What to do — Could you write out each of the records below exactly?

Extracted entries —
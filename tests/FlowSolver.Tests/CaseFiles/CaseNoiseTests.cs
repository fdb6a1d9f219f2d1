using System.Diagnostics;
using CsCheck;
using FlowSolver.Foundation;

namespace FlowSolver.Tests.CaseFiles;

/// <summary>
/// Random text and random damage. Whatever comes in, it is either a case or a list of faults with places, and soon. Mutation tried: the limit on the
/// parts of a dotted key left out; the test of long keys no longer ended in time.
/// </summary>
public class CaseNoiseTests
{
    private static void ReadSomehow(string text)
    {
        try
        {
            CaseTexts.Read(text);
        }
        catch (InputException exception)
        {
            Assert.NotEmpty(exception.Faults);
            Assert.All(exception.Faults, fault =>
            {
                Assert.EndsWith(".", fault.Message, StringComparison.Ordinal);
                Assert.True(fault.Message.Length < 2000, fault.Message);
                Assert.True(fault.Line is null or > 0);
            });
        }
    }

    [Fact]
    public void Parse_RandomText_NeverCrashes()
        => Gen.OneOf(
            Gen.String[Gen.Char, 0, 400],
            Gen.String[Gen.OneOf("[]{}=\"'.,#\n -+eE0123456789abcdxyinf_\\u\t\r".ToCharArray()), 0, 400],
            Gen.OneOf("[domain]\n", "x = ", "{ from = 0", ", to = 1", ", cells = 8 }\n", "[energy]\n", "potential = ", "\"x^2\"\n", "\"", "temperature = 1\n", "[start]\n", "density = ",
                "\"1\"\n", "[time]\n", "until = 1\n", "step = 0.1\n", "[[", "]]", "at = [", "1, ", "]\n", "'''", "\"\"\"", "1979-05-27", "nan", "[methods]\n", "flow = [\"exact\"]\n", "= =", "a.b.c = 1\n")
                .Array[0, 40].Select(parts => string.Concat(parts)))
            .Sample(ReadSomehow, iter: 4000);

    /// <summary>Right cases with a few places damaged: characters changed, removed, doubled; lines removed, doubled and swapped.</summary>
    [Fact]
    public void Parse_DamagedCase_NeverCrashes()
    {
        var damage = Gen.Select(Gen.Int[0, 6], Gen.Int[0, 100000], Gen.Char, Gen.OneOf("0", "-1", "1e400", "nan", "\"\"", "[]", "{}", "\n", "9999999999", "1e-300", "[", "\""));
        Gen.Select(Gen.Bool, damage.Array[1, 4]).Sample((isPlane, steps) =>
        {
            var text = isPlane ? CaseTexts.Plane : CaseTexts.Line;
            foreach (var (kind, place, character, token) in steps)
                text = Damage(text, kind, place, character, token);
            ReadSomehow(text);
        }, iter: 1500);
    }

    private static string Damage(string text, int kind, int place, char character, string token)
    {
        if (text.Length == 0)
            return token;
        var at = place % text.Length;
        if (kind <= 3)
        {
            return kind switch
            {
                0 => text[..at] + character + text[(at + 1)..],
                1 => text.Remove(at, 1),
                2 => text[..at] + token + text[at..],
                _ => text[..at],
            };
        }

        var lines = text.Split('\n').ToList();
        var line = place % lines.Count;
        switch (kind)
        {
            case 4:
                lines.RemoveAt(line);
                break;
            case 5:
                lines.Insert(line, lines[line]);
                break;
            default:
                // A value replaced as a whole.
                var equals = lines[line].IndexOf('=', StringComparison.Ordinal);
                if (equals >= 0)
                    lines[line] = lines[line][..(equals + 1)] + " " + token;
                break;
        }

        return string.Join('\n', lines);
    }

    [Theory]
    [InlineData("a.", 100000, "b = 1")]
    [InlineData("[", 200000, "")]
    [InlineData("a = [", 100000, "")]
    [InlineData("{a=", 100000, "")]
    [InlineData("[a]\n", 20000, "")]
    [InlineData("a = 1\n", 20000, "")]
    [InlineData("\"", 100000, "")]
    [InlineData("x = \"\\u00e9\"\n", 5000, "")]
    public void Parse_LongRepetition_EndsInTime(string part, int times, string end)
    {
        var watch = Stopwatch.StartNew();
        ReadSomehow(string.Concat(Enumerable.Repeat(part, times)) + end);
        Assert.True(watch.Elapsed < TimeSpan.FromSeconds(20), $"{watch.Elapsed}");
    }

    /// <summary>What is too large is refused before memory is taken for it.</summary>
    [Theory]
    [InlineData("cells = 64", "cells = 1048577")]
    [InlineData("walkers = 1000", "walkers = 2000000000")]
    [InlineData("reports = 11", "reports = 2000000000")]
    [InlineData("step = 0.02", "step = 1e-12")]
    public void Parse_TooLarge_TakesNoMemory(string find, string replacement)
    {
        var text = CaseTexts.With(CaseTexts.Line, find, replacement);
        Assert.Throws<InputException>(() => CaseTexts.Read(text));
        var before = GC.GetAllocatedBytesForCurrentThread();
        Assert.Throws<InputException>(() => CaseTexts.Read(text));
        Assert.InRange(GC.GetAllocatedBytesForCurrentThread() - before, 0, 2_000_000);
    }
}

Response for this exercise —
filename tests/FlowSolver.Tests/CaseFiles/CaseNoiseTests.cs
repository fdb6a1d9f219f2d1
using System.Diagnostics;
using CsCheck;
using FlowSolver.Foundation;

namespace FlowSolver.Tests.CaseFiles;

/// <summary>
/// Random text and random damage. Whatever comes in, it is either a case or a list of faults with places, and soon. Mutation tried: the limit on the
/// parts of a dotted key left out; the test of long keys no longer ended in time.
/// </summary>
public class CaseNoiseTests
{
    private static void ReadSomehow(string text)
    {
        try
        {
            CaseTexts.Read(text);
        }
        catch (InputException exception)
        {
            Assert.NotEmpty(exception.Faults);
            Assert.All(exception.Faults, fault =>
            {
                Assert.EndsWith(".", fault.Message, StringComparison.Ordinal);
                Assert.True(fault.Message.Length < 2000, fault.Message);
                Assert.True(fault.Line is null or > 0);
            });
        }
    }

    [Fact]
    public void Parse_RandomText_NeverCrashes()
        => Gen.OneOf(
            Gen.String[Gen.Char, 0, 400],
            Gen.String[Gen.OneOf("[]{}=\"'.,#\n -+eE0123456789abcdxyinf_\\u\t\r".ToCharArray()), 0, 400],
            Gen.OneOf("[domain]\n", "x = ", "{ from = 0", ", to = 1", ", cells = 8 }\n", "[energy]\n", "potential = ", "\"x^2\"\n", "\"", "temperature = 1\n", "[start]\n", "density = ",
                "\"1\"\n", "[time]\n", "until = 1\n", "step = 0.1\n", "[[", "]]", "at = [", "1, ", "]\n", "'''", "\"\"\"", "1979-05-27", "nan", "[methods]\n", "flow = [\"exact\"]\n", "= =", "a.b.c = 1\n")
                .Array[0, 40].Select(parts => string.Concat(parts)))
            .Sample(ReadSomehow, iter: 4000);

    /// <summary>Right cases with a few places damaged: characters changed, removed, doubled; lines removed, doubled and swapped.</summary>
    [Fact]
    public void Parse_DamagedCase_NeverCrashes()
    {
        var damage = Gen.Select(Gen.Int[0, 6], Gen.Int[0, 100000], Gen.Char, Gen.OneOf("0", "-1", "1e400", "nan", "\"\"", "[]", "{}", "\n", "9999999999", "1e-300", "[", "\""));
        Gen.Select(Gen.Bool, damage.Array[1, 4]).Sample((isPlane, steps) =>
        {
            var text = isPlane ? CaseTexts.Plane : CaseTexts.Line;
            foreach (var (kind, place, character, token) in steps)
                text = Damage(text, kind, place, character, token);
            ReadSomehow(text);
        }, iter: 1500);
    }

    private static string Damage(string text, int kind, int place, char character, string token)
    {
        if (text.Length == 0)
            return token;
        var at = place % text.Length;
        if (kind <= 3)
        {
            return kind switch
            {
                0 => text[..at] + character + text[(at + 1)..],
                1 => text.Remove(at, 1),
                2 => text[..at] + token + text[at..],
                _ => text[..at],
            };
        }

        var lines = text.Split('\n').ToList();
        var line = place % lines.Count;
        switch (kind)
        {
            case 4:
                lines.RemoveAt(line);
                break;
            case 5:
                lines.Insert(line, lines[line]);
                break;
            default:
                // A value replaced as a whole.
                var equals = lines[line].IndexOf('=', StringComparison.Ordinal);
                if (equals >= 0)
                    lines[line] = lines[line][..(equals + 1)] + " " + token;
                break;
        }

        return string.Join('\n', lines);
    }

    [Theory]
    [InlineData("a.", 100000, "b = 1")]
    [InlineData("[", 200000, "")]
    [InlineData("a = [", 100000, "")]
    [InlineData("{a=", 100000, "")]
    [InlineData("[a]\n", 20000, "")]
    [InlineData("a = 1\n", 20000, "")]
    [InlineData("\"", 100000, "")]
    [InlineData("x = \"\\u00e9\"\n", 5000, "")]
    public void Parse_LongRepetition_EndsInTime(string part, int times, string end)
    {
        var watch = Stopwatch.StartNew();
        ReadSomehow(string.Concat(Enumerable.Repeat(part, times)) + end);
        Assert.True(watch.Elapsed < TimeSpan.FromSeconds(20), $"{watch.Elapsed}");
    }

    /// <summary>What is too large is refused before memory is taken for it.</summary>
    [Theory]
    [InlineData("cells = 64", "cells = 1048577")]
    [InlineData("walkers = 1000", "walkers = 2000000000")]
    [InlineData("reports = 11", "reports = 2000000000")]
    [InlineData("step = 0.02", "step = 1e-12")]
    public void Parse_TooLarge_TakesNoMemory(string find, string replacement)
    {
        var text = CaseTexts.With(CaseTexts.Line, find, replacement);
        Assert.Throws<InputException>(() => CaseTexts.Read(text));
        var before = GC.GetAllocatedBytesForCurrentThread();
        Assert.Throws<InputException>(() => CaseTexts.Read(text));
        Assert.InRange(GC.GetAllocatedBytesForCurrentThread() - before, 0, 2_000_000);
    }
}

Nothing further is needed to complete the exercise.